The Nicosia Criminal Court imposed on Efthimios Bouloutas, then managing director of Laiki, a fine of EUR 150,000, while Neoclis Lysandrou and the executive board member Marcos Foros received fines of EUR 120,000 each.

The pecuniary penalty concerns only the charge of leaking false or misleading information and concealing information from the public. The convicted four did not receive any penalty for offences regarding market manipulation.

The one-time bankers of defunct Laiki, Efthimios Bouloutas, Panayiotis Kounnis, Neoclis Lysandrou and executive Marcos Foros were found guilty on 12 October by the Court on all the above accounts.

They were charged with market manipulation and submitting false or misleading information while publishing an interim consolidated financial statement in November 2011, in which they omitted to include a goodwill write down of EUR 330mln for Marfin Popular Bank’s – as Laiki was then known – operations in Greece.

The criminal court had ruled in March that the prosecutor had succeeded in proving a prima facie case against the accused in relation to both the charges they were facing.

The defence argued that their clients’ obligation to disclose the interim accounts of the bank were abolished under a new law and so the charges were no longer relevant.

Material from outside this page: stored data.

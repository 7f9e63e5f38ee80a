/** 1 000 seeded random lines: pieces, fittings and gaps laid end to end (tests/oracle/walk-line.ts) land on every working point. */
import { expect, it } from "vitest";
import { buildModel } from "../../../iso/run/build-model";
import { emptyMarks } from "../../../iso/run/marks";
import { BUTT, SOCKET, walkLine, type Cuts, type LineRun, type Stand, type Triple } from "../../oracle/walk-line";
import { lineDocument, randomLine } from "./walk-line-lines";

const INCH = 25.4;
const LANDS_MM = 1e-6;
const LINES = 1_000;

interface Bench {
  readonly cuts: Cuts;
  /** Where the model says each point lies, in. */
  readonly places: ReadonlyMap<string, Triple>;
}

/** What the bench gets: cut lengths by the point a pipe ends at, bend starts, and the segments of mitres; and the model's places, to be met. */
function benchOf(runs: readonly LineRun[]): Bench {
  const pipes = new Map<string, { length: number; bendStarts: number[] }>();
  const segments = new Map<string, number[]>();
  const model = buildModel(lineDocument(runs), emptyMarks(), []);
  for (const p of model.pieces) {
    const length = p.cutLengthMm / INCH;
    if (p.key.includes(":segment-")) segments.set(p.legId, [...(segments.get(p.legId) ?? []), length]);
    else pipes.set(p.legId, { length, bendStarts: (p.bends ?? []).map((b) => b.startMm / INCH) });
  }
  const places = new Map(model.nodes.map((n) => [n.pointId, [n.position[0] / INCH, n.position[1] / INCH, n.position[2] / INCH] as Triple]));
  return { cuts: { pipes, segments }, places };
}

/** Where the typed numbers put each point, walking the steps alone; shifts of returns and eccentric reducers from the walk's own tables. */
function wanted(runs: readonly LineRun[]): Map<string, Triple> {
  const out = new Map<string, Triple>();
  const add = (a: Triple, b: Triple, k = 1): Triple => [a[0] + b[0] * k, a[1] + b[1] * k, a[2] + b[2] * k];
  for (const run of runs) {
    let at: Triple = run.from === null ? [0, 0, 0] : out.get(run.from)!;
    for (const p of run.points) {
      at = add(at, p.step);
      out.set(p.id, at);
      if (!p.side) continue;
      const along = p.step.map((c) => c / Math.hypot(...p.step)) as unknown as Triple;
      const raw = add(p.side, along, -(p.side[0] * along[0] + p.side[1] * along[1] + p.side[2] * along[2]));
      const od = (size: string) => BUTT[size as "2"].od;
      const by = p.stand === "return" ? BUTT[p.size as "2"].returnCentres : (od(p.size) - od(p.size2!)) / 2;
      at = add(at, raw, by / Math.hypot(...raw));
    }
  }
  return out;
}

/** Largest miss of a line, mm, and how many points were landed on. */
function missOf(runs: readonly LineRun[]): { readonly mm: number; readonly at: string; readonly points: number } {
  const { cuts, places } = benchOf(runs);
  const [landed, want] = [walkLine(runs, cuts), wanted(runs)];
  let worst = { mm: 0, at: "" };
  for (const [id, p] of landed) {
    const off = (w: Triple) => Math.hypot(p[0] - w[0], p[1] - w[1], p[2] - w[2]) * INCH;
    const mm = Math.max(off(want.get(id)!), off(places.get(id)!));
    if (!(mm <= worst.mm)) worst = { mm, at: id };
  }
  return { ...worst, points: landed.size };
}

it("lands on every working point of 1 000 random lines within 1e-6 mm", () => {
  const seen = new Map<Stand, number>();
  let [points, branches] = [0, 0];
  for (let seed = 1; seed <= LINES; seed++) {
    const runs = randomLine(seed);
    const miss = missOf(runs);
    if (!(miss.mm < LANDS_MM)) {
      const p = runs.flatMap((r) => r.points).find((q) => q.id === miss.at);
      throw new Error(`seed ${seed}: ${miss.at} lands ${miss.mm} mm off\n${JSON.stringify(p)}\n${JSON.stringify(runs)}`);
    }
    points += miss.points;
    branches += runs.length - 1;
    for (const p of runs.flatMap((r) => r.points)) seen.set(p.stand, (seen.get(p.stand) ?? 0) + 1);
  }
  expect(points).toBeGreaterThan(5_000);
  expect(branches).toBeGreaterThan(600);
  expect(seen.size).toBe(19);
  expect(Math.min(...seen.values())).toBeGreaterThan(50);
});

it("can fail: a take-out wrong by a thirty-second of an inch is caught, fitting by fitting", () => {
  const off = (table: Record<string, number>, key: string, stand: Stand, size: string): void => {
    const right = table[key]!;
    const line = Array.from({ length: 400 }, (_, i) => randomLine(i + 1)).find((runs) => runs.some((r) => r.points.slice(0, -1).some((p) => p.stand === stand && p.size === size)))!;
    expect(missOf(line).mm).toBeLessThan(LANDS_MM);
    table[key] = right + 1 / 32;
    try {
      expect(missOf(line).mm).toBeGreaterThan(0.1);
    } finally {
      table[key] = right;
    }
  };
  for (const [key, stand] of [["gate", "gate"], ["globe", "globe"], ["tee", "tee"], ["sr90", "sr"], ["hub", "pair"], ["returnCentres", "return"]] as const) off(BUTT["4"] as Record<string, number>, key, stand, "4");
  off(SOCKET, "sw90", "sw90", "1");
  off(SOCKET, "coupling", "coupling", "1");
});
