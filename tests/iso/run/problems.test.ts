/** Findings: each says in plain words what is wrong, at which point, and what to do. */
import { describe, expect, it } from "vitest";
import { buildModel } from "../../../iso/run/build-model";
import { pointUpdate } from "../../../iso/run/edit";
import { emptyMarks } from "../../../iso/run/marks";
import type { Problem, TakeOutWord } from "../../../iso/run/model-types";
import type { Provenance, RunDocument } from "../../../iso/run/document";
import { cap, elbow, end, flange, joint, outlet, pipe, reducer, RunBuilder, support, tee, union, valve } from "../../fixtures/run-builder";
import { firstRun, twoSpools } from "../../fixtures/sample-runs";

const problems = (document: RunDocument, words: readonly TakeOutWord[] = []): readonly Problem[] => buildModel(document, emptyMarks(), words).problems;
const found = (document: RunDocument, code: string): Problem[] => problems(document).filter((p) => p.code === code);
const line = (settings = {}) => new RunBuilder("P", "imperial", settings).start(flange());
const open = end("open", "BEVEL");

const CASES: readonly (readonly [string, Problem["severity"], string | null, RunDocument, string])[] = [
  ["negative-length", "stop", "p3", line().go("E", `3'`).go("N", `10"`).go("E", `3'`, open).done(),
    "Between point 2 and point 3 the fittings and gaps overlap by 2 1/4 in: lengthen the leg, or choose shorter fittings."],
  ["short-pup", "warning", "p3", line().go("E", `3'`).go("N", `1' 4"`).go("E", `3'`, open).done(),
    "The pipe between point 2 and point 3 is a short pup of 3 3/4 in, under 6 3/4 in between welds: lengthen the leg, or weld the fittings together."],
  ["zero-length", "stop", "p3", line().go("E", `3'`).go("E", "0").go("N", `3'`, open).done(),
    "Point 3 lies on the point before it: give its offset, or remove it."],
  ["take-out-missing", "stop", "p2", line({ pipe: pipe("1", "80") }).go("E", `3'`, union("socket")).go("E", `3'`, open).done(),
    "The tables have no socket-weld union length in NPS 1 (point 2). Measure the part and enter the shop's own value."],
  ["take-out-unconfirmed", "warning", "p5", firstRun,
    "The flanged gate valve length, class 150, in NPS 4 (point 5) is from memory: measure one and confirm it, or enter the shop's own value."],
  ["trimmed-elbow", "warning", "p2", line().go("E", `3'`).go("N60E", `3'`, open).done(),
    "Point 2 takes an LR elbow trimmed to 30.00°: confirm that trimming is permitted (engineer's permission)."],
  ["trim-over-90", "stop", "p2", line().go("E", `3'`).go("N30W", `3'`, open).done(),
    "Point 2 turns 120.00°: nothing over 90° can be trimmed from a 90. Use two elbows, or a return."],
  ["elbow-angle", "stop", "p2", line().go("E", `3'`, elbow("lr-90")).go("N30E", `3'`, open).done(),
    "Point 2 turns 60.00°, which the LR 90 elbow misses by 15.00° at each weld: trim an elbow, or correct the offsets. Over 3° needs the engineer's permission."],
  ["elbow-straight", "stop", "p2", line().go("E", `3'`, elbow("lr-90")).go("E", `3'`, open).done(),
    "Point 2 names an elbow but the line runs straight on: correct the offsets or take the elbow out."],
  ["fold-back", "stop", "p2", line().go("E", `3'`).go("W", `2'`, open).done(),
    "Point 2 turns 180.00°, back on itself: correct a sign, or build a return of two elbows."],
  ["turn-at-item", "stop", "p2", line().go("E", `3'`, valve()).go("N", `3'`, open).done(),
    "Point 2 turns 90.00° at a valve, which cannot turn the line: put an elbow before or after it, or correct the offsets."],
  ["turn-at-weld", "stop", "p2", line().go("E", `3'`, joint).go("N", `3'`, open).done(),
    "Point 2 turns 90.00° at a plain weld: put an elbow there, or correct the offsets."],
  ["open-end", "warning", "p2", line().go("E", `3'`).done(),
    "Point 2 is an open end: say where it goes (field weld, continued, existing), or close it with a flange or a cap."],
  ["branch-larger", "stop", "p2", line().go("E", `3'`, tee("6")).go("E", `3'`, open).branch(2).go("N", `3'`, open).done(),
    "Point 2: the branch (NPS 6) is larger than the run (NPS 4). Turn the tee round, or reduce after it."],
  ["branch-size", "stop", "p2", line().go("E", `3'`, tee("2")).go("E", `3'`, open).branch(2, pipe("3")).go("N", `3'`, open).done(),
    "Point 2: the branch pipe is NPS 3 but the fitting's branch is NPS 2. Make them equal, or put a reducer in the branch."],
  ["branch-missing", "warning", "p2", line().go("E", `3'`, tee()).go("E", `3'`, open).done(),
    "Point 2 has a branch fitting without a branch: add the branch's points, or take the fitting out."],
  ["branch-no-fitting", "stop", "p2", line().go("E", `3'`, joint).go("E", `3'`, open).branch(2).go("N", `3'`, open).done(),
    "A branch leaves from point 2, but no tee, cross, outlet or stub-in stands there: choose one, or remove the branch."],
  ["branch-angle", "stop", "p2", line().go("E", `3'`, outlet("2")).go("E", `3'`, open).branch(2).go("NE", `3'`, open).done(),
    "Point 2: the pipes miss the square of the fitting by 45.00°. Correct the offsets, or turn the line with an elbow. Over 3° needs the engineer's permission."],
  ["branch-on-turn", "stop", "p2", line().go("E", `3'`, outlet("2")).go("N", `3'`, open).branch(2).go("U", `3'`, open).done(),
    "Point 2 has its branch at a change of direction (90.00°): move it to straight pipe."],
  ["eccentric-flat", "stop", "p2", line().go("E", `3'`, reducer("3", "eccentric")).go("E", `3'`, open).done(),
    "Point 2: say which side of the eccentric reducer is flat; until then it is drawn without a shift."],
  ["reducer-same-size", "stop", "p2", line().go("E", `3'`, reducer("4")).go("E", `3'`, open).done(),
    "Point 2 reduces NPS 4 to itself: give the size after it."],
  ["class-mismatch", "stop", "p3", line().go("E", `3'`, valve()).go("E", `4 5/8"`, flange({ flange: "blind", ratingClass: 300 })).done(),
    "Point 2 (class 150) and point 3 (class 300) are bolted together: their drilling differs. Give both one class."],
  ["blind-inside", "stop", "p2", line().go("E", `3'`, flange({ flange: "blind" })).go("E", `3'`, open).done(),
    "Point 2 is a blind flange inside the run: move it to the run's end, or make it a flange pair."],
  ["cap-inside", "stop", "p2", line().go("E", `3'`, cap).go("E", `3'`, open).done(), "Point 2 is a cap inside the run: move it to the run's end."],
  ["end-inside", "warning", "p2", line().go("E", `3'`, open).go("E", `3'`, open).done(),
    "Point 2 is an end inside the run: make it a plain joint, or take out the points after it."],
  ["elbow-at-end", "warning", "p2", line().go("E", `3'`, elbow("lr-90")).done(),
    "Point 2 is an elbow at the end of a run: give the next point, so that it knows where it turns."],
  ["stem-along-pipe", "warning", "p2", line().go("E", `3'`, valve({ stem: "E" })).go("E", `3'`, open).done(),
    "Point 2: the valve's stem cannot lie along the pipe. Choose another direction."],
  ["pipe-schedule", "warning", "p1", line({ pipe: pipe("4", "7") }).go("E", `3'`, open).done(),
    "NPS 4 does not come in schedule 7: choose one of 5S, 10S, 10, 30, STD, 40S, 40, XS, 80S, 80, 120, 160, XXS. Weights and cut marks wait for it."],
  ["run-single-point", "note", "p1", line().done(), "The main run has one point: type the next one to get pipe."],
  ["run-empty", "warning", null, new RunBuilder("P").done(), "The main run has no points: type its first one."],
  ["trim-without-pipe", "stop", "p3", line().go("E", `3'`).go("U", `12 1/8"`, { kind: "none" }, { places: { in: "field-fit" } }).go("E", `3'`, open).done(),
    "Point 3 has a field-fit weld between two fittings, with no pipe to leave long: choose another weld for the trim."],
];

describe("findings", () => {
  for (const [code, severity, pointId, document, text] of CASES) {
    it(`${code}: ${text}`, () => {
      const [first, ...more] = found(document, code);
      expect(first).toMatchObject({ severity, pointId, text });
      expect(more).toEqual([]);
    });
  }

  it("a branch that leaves from nowhere, or repeats an id, says so", () => {
    const branched = line().go("E", `3'`, tee()).go("E", `3'`, open).branch(2).go("N", `3'`, open).done();
    const lost = { ...branched, runs: branched.runs.map((r, i) => (i === 1 ? { ...r, from: "gone" } : r)) };
    expect(found(lost, "branch-lost").map((p) => p.text)).toEqual(["Branch B1 leaves from a point that is not there: pick the tee or outlet it leaves from, or remove it."]);
    const twice = { ...branched, runs: branched.runs.map((r, i) => (i === 1 ? { ...r, points: r.points.map((p) => ({ ...p, id: "p1" })) } : r)) };
    expect(found(twice, "duplicate-point").map((p) => p.text)).toEqual(["Point 1 of branch B1 repeats the id of an earlier point: remove it and enter it afresh."]);
  });

  it("a support on straight pipe finds nothing", () => {
    expect(problems(line().go("E", `5'`, support("PS-1")).go("E", `5'`, open).done())).toEqual([]);
  });
});

describe("dimensions not to be trusted yet", () => {
  const given = (provenance: Partial<Provenance>): RunDocument =>
    pointUpdate(line().go("E", `5'`, open).done(), "p2", { provenance: { kind: "measured", toleranceMm: null, by: null, at: null, second: null, ...provenance } });
  const verdict = (document: RunDocument) => {
    const model = buildModel(document, emptyMarks(), []);
    return { unverified: model.legs[0]!.unverified, texts: model.problems.filter((p) => p.code.startsWith("unverified-")).map((p) => p.text) };
  };
  const second = (mm: number) => ({ text: "", mm });

  it("assumed", () => expect(verdict(given({ kind: "assumed" }))).toEqual({ unverified: true, texts: ["Point 2: this dimension is assumed. Measure it, or have it accepted by name at signing."] }));
  it("measured once", () => expect(verdict(given({}))).toEqual({ unverified: true, texts: ["Point 2: this dimension was read once only. Enter a second reading."] }));
  it("two readings that agree within 1/16 in, either sign", () => {
    expect(verdict(given({ second: second(1_525) }))).toEqual({ unverified: false, texts: [] });
    expect(verdict(given({ second: second(-1_524) }))).toEqual({ unverified: false, texts: [] });
  });
  it("two readings that differ by more than the tolerance given", () => {
    expect(verdict(given({ second: second(1_530.35) }))).toEqual({ unverified: true, texts: [`Point 2: two readings differ by 1/4 in (second 5'-0 1/4"). Measure again.`] });
    expect(verdict(given({ second: second(1_530.35), toleranceMm: 10 })).unverified).toBe(false);
  });
  it("from the drawing or calculated", () => {
    expect(verdict(given({ kind: "from-drawing" })).unverified).toBe(false);
    expect(verdict(given({ kind: "calculated" })).unverified).toBe(false);
  });
});

describe("the shop's own word", () => {
  it("confirms a take-out from memory, or replaces it, and then nothing is left to say", () => {
    const key = buildModel(firstRun, emptyMarks(), []).components.find((c) => c.kind === "valve")!.unconfirmedKey!;
    const word = { key, valueMm: null, by: "R. Ortiz", at: "2031-03-04" };
    const confirmed = buildModel(firstRun, emptyMarks(), [word]);
    expect(confirmed.problems.map((p) => p.code)).toEqual(["valve-at-end"]);
    expect(confirmed.components.find((c) => c.kind === "valve")!.unconfirmedKey).toBeNull();
    const measured = buildModel(firstRun, emptyMarks(), [{ ...word, valueMm: 10 * 25.4 }]);
    expect(measured.pieces[3]!.cutLengthMm / 25.4).toBeCloseTo(25.125, 9);
  });

  it("a value given with the valve stands in for a missing table", () => {
    const document = line().go("E", `3'`, valve({ valve: "butterfly", faceToFaceMm: 2 * 25.4 })).go("E", `3'`, open).done();
    expect(problems(document)).toEqual([]);
    expect(buildModel(document, emptyMarks(), []).pieces[0]!.cutLengthMm / 25.4).toBeCloseTo(36 - 3 - 0.25 - 1 - 0.125 - 3, 9);
  });
});

it("findings come in flow order", () => {
  const document = line().go("E", `3'`).go("N60E", `3'`).go("E", `5'`, valve()).done();
  expect(problems(document).map((p) => p.pointId)).toEqual(["p2", "p3", "p4", "p4"]);
});

it("findings point at rows that exist", () => {
  for (const document of [firstRun, twoSpools, ...CASES.map((c) => c[3])]) {
    const ids = new Set(document.runs.flatMap((r) => r.points.map((p) => p.id)));
    for (const p of problems(document)) if (p.pointId !== null) expect(ids).toContain(p.pointId);
  }
});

State prosecution argued that a basic principle of Cyprus law is that offences committed before the repeal of a law are valid, so a crime was committed at that time.

Laiki Bank was closed down in March 2013 as part of the island’s bailout agreement with international lenders following a banking crisis.

Disgraced Laiki was seen as the epitome of the kind of casino banking that led Cyprus to the brink of economic meltdown.

The court agreed that the top executives had a responsibility to shareholders and customers as they were the “face” of the bank.